Just a suggestion for measuring water tank levels: to give the most accurate measurement many samples need to be taken and then averaged. This method allows for small or large pressure variations which can occur when pumps send pressure pulses, which causes fluctuation in the readings, also a movement of the tank can cause pressure variations. If sufficient averaging is used the pressure sensor can even be attached to the pump inlet hose though not ideal, it does make installation much easier and cheaper. No one likes to see the likes of tank levels vary widely as this reduces confidence the system is giving a reliable reading. Just a "simple" software selection of the level of averaging depending on the application.

- having an external power supply for lower voltage is a good solution, but maybe having an onboard voltage selection?

- For the water pump pressure sensor, in this application, it needs to be on continuously.

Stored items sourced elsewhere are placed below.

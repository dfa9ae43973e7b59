"""The live drag estimator: samples in, CdA and Crr with honest errors out.

Chain: samples -> kinematics and energy windows
(:mod:`livecoach.estimate.windows`) -> regression with stabilised forgetting
and power-lag averaging (:mod:`livecoach.estimate.regression`) -> CUSUM
change alarm (:mod:`livecoach.estimate.cusum`).

After a "drag changed" alarm the estimator restarts its data from the
estimated start of the change, with the pre-change estimate (shifted by the
estimated step) as the new prior: covariance resetting on a detected change
(Goodwin & Sin 1984, "Adaptive Filtering, Prediction and Control",
sec. 3.4; Astrom & Wittenmark 1995, "Adaptive Control", sec. 11.2).

Pure and deterministic: no clock, no randomness, no I/O. One bad sample is
counted and set aside, never raised.
"""

from __future__ import annotations

import math
from collections import deque
from typing import Any

from livecoach.errors import LivecoachError
from livecoach.estimate.cusum import Cusum
from livecoach.estimate.records import DragAlarm, DragEstimate, EnergyWindow
from livecoach.estimate.regression import DragFit, FitResult
from livecoach.estimate.settings import EstimatorConfig, estimator_config
from livecoach.estimate.windows import WindowBuilder

#: Windows before the change alarm is armed (and after a restart).
ARM_AFTER_WINDOWS = 10
#: The change alarm is armed when the parameter part of the predicted residual
#: variance is below this share of the noise part.
ARM_PARAM_SHARE = 0.5
#: Consecutive same-sign outliers after which they are taken as a real change.
OUTLIER_RUN_ACCEPT = 3
#: Windows kept for a restart after an alarm.
HISTORY_WINDOWS = 400
#: Windows kept for :meth:`LiveDragEstimator.batch` (an hour of 5 s windows).
ALL_WINDOWS = 720


def lag_grid(cfg: EstimatorConfig) -> tuple[tuple[float, ...], list[float]]:
    """Candidate power lags (s) and their log prior weights (normal prior)."""
    mu, sd = cfg.power_lag_s, cfg.power_lag_sd_s
    if sd <= 0.0:
        return (mu,), [0.0]
    half = max(3.0 * sd, 0.3)
    step = max(0.05, min(0.125, sd / 2.0))
    n = int(math.floor(half / step + 1e-9))
    lags = tuple(round(mu + i * step, 6) for i in range(-n, n + 1))
    return lags, [-0.5 * ((lag - mu) / sd) ** 2 for lag in lags]


def prior_of(ride: Any, cfg: EstimatorConfig) -> tuple[list[float], list[list[float]]]:
    """Prior mean and covariance of the parameters from the ride file."""
    v = ride.vehicle
    theta0 = [v.cda_m2, v.crr]
    var = [v.cda_sd_m2**2, v.crr_sd**2]
    if cfg.estimate_headwind:
        theta0.append(0.0)
        var.append((v.cda_m2 * cfg.headwind_sd_mps) ** 2)
    cov = [[var[i] if i == j else 0.0 for j in range(len(var))] for i in range(len(var))]
    return theta0, cov


class LiveDragEstimator:
    """Live CdA/Crr estimation (see the module docstring).

    ``feed(sample)`` takes any sample type in time order; ``snapshot()`` gives
    the current :class:`DragEstimate`; ``pop_alarms()`` the new
    :class:`DragAlarm` records; ``batch()`` an offline fit of every window so
    far, without forgetting.
    """

    def __init__(self, ride: Any) -> None:
        self.ride = ride
        self.cfg = cfg = estimator_config(ride)
        self.lags_s, self.lag_log_prior = lag_grid(cfg)
        self.theta0, self.prior_cov = prior_of(ride, cfg)
        self.builder = WindowBuilder(ride, cfg, self.lags_s, cfg.power_lag_s)
        self.fit = self._new_fit(self.theta0, self.prior_cov, self.lag_log_prior)
        self.cusum = Cusum(cfg.cusum_drift, cfg.cusum_threshold)
        self.history: deque[EnergyWindow] = deque(maxlen=HISTORY_WINDOWS)
        # The windows of the last hour or so, for batch(); bounded so that memory
        # stays flat over a long session.
        self.all_windows: deque[EnergyWindow] = deque(maxlen=ALL_WINDOWS)
        self.keep_all_windows = True
        self._alarms: list[DragAlarm] = []
        self._windows_used = 0
        self._since_restart = 0
        self._outlier_run = 0
        self._outlier_sign = 0
        self._pre: dict[int, FitResult | None] = {1: None, -1: None}
        self._res: FitResult | None = None
        self._sigma2_ref: float | None = None
        self._t_s = 0.0
        # live_values(): the estimate part, and the fit result it was made from.
        self._drag: tuple[float, float, float, float] | None = None
        self._drag_of: FitResult | None = None

    def _new_fit(self, theta0: list[float], cov: list[list[float]], lag_lp: list[float]) -> DragFit:
        return DragFit(theta0, cov, self.lags_s, lag_lp, self.cfg.memory_s,
                       power_scale_sd=self.cfg.power_scale_sd_pct / 100.0)

    # ---------------------------------------------------------------- input
    def feed(self, sample: Any) -> None:
        """Take one sample of any type from :mod:`livecoach.stream.samples`."""
        t = getattr(sample, "t_s", None)
        if isinstance(t, (int, float)) and math.isfinite(t):
            self._t_s = max(self._t_s, float(t))
        try:
            self.builder.feed(sample)
            out = self.builder.out
            while out:
                self._take(out.pop(0))
        except (ArithmeticError, ValueError, TypeError, AttributeError, IndexError,
                LivecoachError) as exc:
            # One bad sample must not stop the live loop: count it with the reason.
            self.builder.out.clear()
            self.builder.count(f"estimator_error:{type(exc).__name__}")

    def _take(self, w: EnergyWindow) -> None:
        fit = self.fit
        b = self.builder
        z = 0.0
        armed = False
        if self._res is not None and self._since_restart >= 3:
            e, var = fit.innovation(w)
            # A change inflates the measured noise scale and would hide itself: the
            # CUSUM normalises with the scale seen while nothing was changing.
            ref = self._sigma2_ref if self._sigma2_ref is not None else fit.sigma2
            ref = min(ref, fit.sigma2)
            var = ref / fit.sigma2 * var if fit.sigma2 > 0.0 else var
            z = e / math.sqrt(var) if var > 0.0 else 0.0
            # Armed once the estimate predicts a window better than the noise does.
            armed = (self._since_restart >= ARM_AFTER_WINDOWS
                     and fit.last_param_var < ARM_PARAM_SHARE * fit.last_noise_var)
            if abs(z) > self.cfg.outlier_sigma:
                # Energy lost beyond drag with the cranks (nearly) still: braking,
                # always set aside. Other outliers: set aside unless they persist
                # (then the drag really changed and the alarm must see it).
                low_power = w.work_j < 20.0 * (w.t1_s - w.t0_s)
                if z > 0 and low_power:
                    b.count("window_braking")
                    self._outlier_run = 0
                    return
                sign = 1 if z > 0 else -1
                if sign == self._outlier_sign:
                    self._outlier_run += 1
                else:
                    self._outlier_sign, self._outlier_run = sign, 1
                if self._outlier_run < OUTLIER_RUN_ACCEPT:
                    b.count("window_outlier")
                    return
            else:
                self._outlier_run = 0
        alarm = None
        if armed:
            c = self.cusum
            was_pos, was_neg = c.g_pos == 0.0, c.g_neg == 0.0
            alarm = c.update(z, w.t0_s)
            if alarm is None:
                if was_pos and c.g_pos > 0.0:
                    self._pre[1] = self._res
                if was_neg and c.g_neg > 0.0:
                    self._pre[-1] = self._res
        c = self.cusum
        if c.g_pos == 0.0 and c.g_neg == 0.0 and self._res is not None:
            s2 = self._res.sigma2
            self._sigma2_ref = s2 if self._sigma2_ref is None else 0.9 * self._sigma2_ref + 0.1 * s2
        fit.add(w)
        self.history.append(w)
        if self.keep_all_windows:
            self.all_windows.append(w)
        self._windows_used += 1
        self._since_restart += 1
        if alarm is not None:
            self._restart(alarm.sign, alarm.start_t_s, w.t1_s)
        self._res = self.fit.solve()

    def _restart(self, sign: int, start_t_s: float, t_alarm_s: float) -> None:
        """Raise the alarm and restart the data from the change (see module docstring)."""
        pre = self._pre.get(sign) or self._res
        if pre is None:
            return
        k = pre.best_k
        th = list(pre.thetas[k])
        p = len(th)
        since = [w for w in self.history if w.t0_s >= start_t_s - 1e-9]
        sigma2 = max(pre.sigma2, 1e-6)
        # Residuals against the pre-change fit; the change point is the split that
        # best explains them with one step of CdA (maximum likelihood, Hinkley 1971,
        # Biometrika 58:509), searched from the CUSUM's start on.
        rs = []
        for w in since:
            e = w.ys_j[k] - sum(w.x[i] * th[i] for i in range(p))
            rs.append((w, e, 1.0 / (sigma2 * w.var_j2)))
        best_j, best_cost = 0, math.inf
        for j in range(max(len(rs) - 1, 1)):
            sxx = sum(w.x[0] ** 2 * wt for w, _, wt in rs[j:])
            sxe = sum(w.x[0] * e * wt for w, e, wt in rs[j:])
            if sxx <= 0.0:
                continue
            cost = sum(e * e * wt for _, e, wt in rs[:j]) + sum(
                (e - sxe / sxx * w.x[0]) ** 2 * wt for w, e, wt in rs[j:])
            if cost < best_cost:
                best_j, best_cost = j, cost
        since = since[best_j:]
        rs = rs[best_j:]
        if since:
            start_t_s = since[0].t0_s
        sxx = sxe = 0.0
        v_sum = 0.0
        for w, e, wt in rs:
            sxx += w.x[0] * w.x[0] * wt
            sxe += w.x[0] * e * wt
            v_sum += w.v_mean_mps
        if sxx <= 0.0 or not since:
            return
        step = sxe / sxx
        step_sd = math.sqrt(1.0 / sxx)
        v_mean = v_sum / len(since)
        rho = self.builder.rho_kgpm3
        force = 0.5 * rho * step * v_mean * v_mean
        cda_pre = th[0]
        rel = step / cda_pre if cda_pre > 0.0 else 0.0
        text = (
            f"drag changed: CdA {step:+.4f} m^2 ({rel:+.0%}), "
            f"{force:+.2f} N at {v_mean:.1f} m/s, since t = {start_t_s:.1f} s"
        )
        self._alarms.append(DragAlarm(t_alarm_s, step, start_t_s, text, step_sd, force))
        # New prior: the pre-change estimate shifted by the step, widened by its uncertainty.
        mean = list(th)
        mean[0] = max(cda_pre + step, 1e-4)
        # Prior (per unit noise scale, see regression): CdA as wide as the ride
        # file's prior around the shifted estimate; Crr from before, widened.
        cov = [[0.0] * p for _ in range(p)]
        for i in range(p):
            cov[i][i] = pre.cov[i][i] / sigma2
        cov[0][0] = max(self.prior_cov[0][0], step_sd**2 / sigma2, (0.5 * step) ** 2 / sigma2)
        cov[1][1] *= 2.0
        fit = self._new_fit(mean, cov, self._fit_lag_prior(pre))
        fit.sigma2 = pre.sigma2
        for w in since:
            fit.add(w)
        self.fit = fit
        self.cusum.reset()
        self._pre = {1: None, -1: None}
        self._since_restart = 0

    def _fit_lag_prior(self, pre: FitResult) -> list[float]:
        return [math.log(max(w, 1e-9)) for w in pre.lag_weights]

    # ---------------------------------------------------------------- output
    def latest_track_point(self) -> tuple[float, float] | None:
        """The newest point of the distance track in use: (time on the receive
        clock, s; distance, m). For the wheel sensor that is the last wheel
        event at its own event time (mapped to the receive clock), so timing
        lines between two such points is exact to the wheel's resolution."""
        tr = self.builder.track
        if tr is None or not tr.ts:
            return None
        return tr.ts[-1] + tr.t_offset_s, tr.ds[-1]

    def snapshot(self) -> DragEstimate:
        """The current estimate and kinematics (a frozen record)."""
        t = self._t_s
        kin = self.builder.kinematics(t)
        res = self._res
        cfg = self.cfg
        w0 = self.builder.headwind_mps
        if res is None:
            cda, crr = self.theta0[0], self.theta0[1]
            cda_sd, crr_sd = math.sqrt(self.prior_cov[0][0]), math.sqrt(self.prior_cov[1][1])
            wind, wind_sd = w0, (cfg.headwind_sd_mps if cfg.estimate_headwind else None)
            lag, lag_sd, scale = cfg.power_lag_s, cfg.power_lag_sd_s, 1.0
        else:
            cda, crr = res.theta[0], res.theta[1]
            cda_sd = math.sqrt(max(res.cov[0][0], 0.0))
            crr_sd = math.sqrt(max(res.cov[1][1], 0.0))
            wind, wind_sd = w0, None
            if len(res.theta) > 2 and cda > 0.0:
                wind = w0 + res.theta[2] / cda
                wind_sd = math.sqrt(max(res.cov[2][2], 0.0)) / cda
            lag, lag_sd, scale = res.lag_s, res.lag_sd_s, res.sigma2
        return DragEstimate(
            t_s=t,
            distance_m=kin["distance_m"],
            speed_mps=kin["speed_mps"],
            accel_mps2=kin["accel_mps2"],
            airspeed_mps=kin["airspeed_mps"],
            cda_m2=cda,
            cda_sd_m2=cda_sd,
            crr=crr,
            crr_sd=crr_sd,
            samples_used=self.builder.samples_used,
            rejected=dict(self.builder.rejected),
            windows_used=self._windows_used,
            headwind_mps=wind,
            headwind_sd_mps=wind_sd,
            power_lag_s=lag,
            power_lag_sd_s=lag_sd,
            noise_scale=scale,
            wind_mps=kin["wind_mps"],
            speed_source=kin["speed_source"],
            speed_stale=kin["speed_stale"],
            air_density_kgpm3=self.builder.rho_kgpm3,
        )

    def live_values(self) -> tuple[float | None, float | None, float, float, float, float]:
        """``(distance_m, speed_mps, cda_m2, cda_sd_m2, crr, crr_sd)`` now: the
        fields of :meth:`snapshot` the pipeline shows after every event, with
        the same values, without building the whole record. The estimate part
        changes only when a window is taken, so it is kept until then."""
        distance_m, speed_mps = self.builder.position(self._t_s)
        res = self._res
        if res is not self._drag_of or self._drag is None:
            if res is None:
                drag = (self.theta0[0], math.sqrt(self.prior_cov[0][0]),
                        self.theta0[1], math.sqrt(self.prior_cov[1][1]))
            else:
                drag = (res.theta[0], math.sqrt(max(res.cov[0][0], 0.0)),
                        res.theta[1], math.sqrt(max(res.cov[1][1], 0.0)))
            self._drag, self._drag_of = drag, res
        return (distance_m, speed_mps, *self._drag)

    def pop_alarms(self) -> list[DragAlarm]:
        """Alarms raised since the last call (oldest first)."""
        out, self._alarms = self._alarms, []
        return out

    def batch(self):
        """Offline fit of every window used so far, without forgetting (see :func:`batch_fit`)."""
        from livecoach.estimate.batch import fit_windows

        return fit_windows(list(self.all_windows), self.ride, dict(self.builder.rejected))
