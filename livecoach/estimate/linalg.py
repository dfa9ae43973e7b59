"""Tiny dense linear algebra in plain floats for 2 or 3 parameters.

For matrices this small, plain Python is several times faster than numpy
(whose per-call overhead dominates), and it keeps the live loop free of
array allocations. Matrices are lists of row lists; vectors are lists.
"""

from __future__ import annotations

from livecoach.errors import LivecoachError


class SingularMatrixError(LivecoachError):
    """A normal-equation matrix is singular (no information on some parameter)."""


def zeros(n: int) -> list[list[float]]:
    return [[0.0] * n for _ in range(n)]


def diag(values: list[float]) -> list[list[float]]:
    n = len(values)
    m = zeros(n)
    for i in range(n):
        m[i][i] = values[i]
    return m


def matvec(a: list[list[float]], x: list[float]) -> list[float]:
    return [sum(a[i][j] * x[j] for j in range(len(x))) for i in range(len(a))]


def dot(x: list[float], y: list[float]) -> float:
    return sum(a * b for a, b in zip(x, y))


def quad(a: list[list[float]], x: list[float]) -> float:
    """x^T A x."""
    return dot(x, matvec(a, x))


def inverse_spd(a: list[list[float]]) -> list[list[float]]:
    """Inverse of a symmetric positive-definite matrix of size 1..3 (cofactors)."""
    n = len(a)
    if n == 1:
        if a[0][0] <= 0.0:
            raise SingularMatrixError("1x1 matrix is not positive")
        return [[1.0 / a[0][0]]]
    if n == 2:
        (p, q), (r, s) = a
        det = p * s - q * r
        if not det > 0.0:
            raise SingularMatrixError(f"2x2 matrix is singular (det {det!r})")
        return [[s / det, -q / det], [-r / det, p / det]]
    if n == 3:
        (a00, a01, a02), (a10, a11, a12), (a20, a21, a22) = a
        c00 = a11 * a22 - a12 * a21
        c01 = -(a10 * a22 - a12 * a20)
        c02 = a10 * a21 - a11 * a20
        det = a00 * c00 + a01 * c01 + a02 * c02
        if not det > 0.0:
            raise SingularMatrixError(f"3x3 matrix is singular (det {det!r})")
        c10 = -(a01 * a22 - a02 * a21)
        c11 = a00 * a22 - a02 * a20
        c12 = -(a00 * a21 - a01 * a20)
        c20 = a01 * a12 - a02 * a11
        c21 = -(a00 * a12 - a02 * a10)
        c22 = a00 * a11 - a01 * a10
        inv = 1.0 / det
        return [
            [c00 * inv, c10 * inv, c20 * inv],
            [c01 * inv, c11 * inv, c21 * inv],
            [c02 * inv, c12 * inv, c22 * inv],
        ]
    raise ValueError(f"inverse_spd supports 1..3 parameters, got {n}")


def add_scaled(a: list[list[float]], b: list[list[float]], s: float) -> list[list[float]]:
    """A + s B (new matrix)."""
    return [[x + s * y for x, y in zip(ra, rb)] for ra, rb in zip(a, b)]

- I like your 20ma current protection, to get information from any sensor that it is not working within expected parameters (short circuit or open circuit) is then the next level of professionalism.

- in your software, consider a maintenance display showing all the sensor current, voltages and 0-100% of full-scale reading. This is help full in fault finding monitoring sensor without the need to try to calculate back from whatever the sensor is calibrated to. This can be important if the wrong sensor is used for the application, this would show clearly a sensor fault or incorrect selection.

- any chance of adding more digital counter inputs into this product? I use flow sensors which produce pulses for each 1-litre flow. So the combination of pulses on flow meters (count) and pressure sensors with calculations of time could give; time to empty or days of supply etc and allow for volume calibration of complex tank shapes.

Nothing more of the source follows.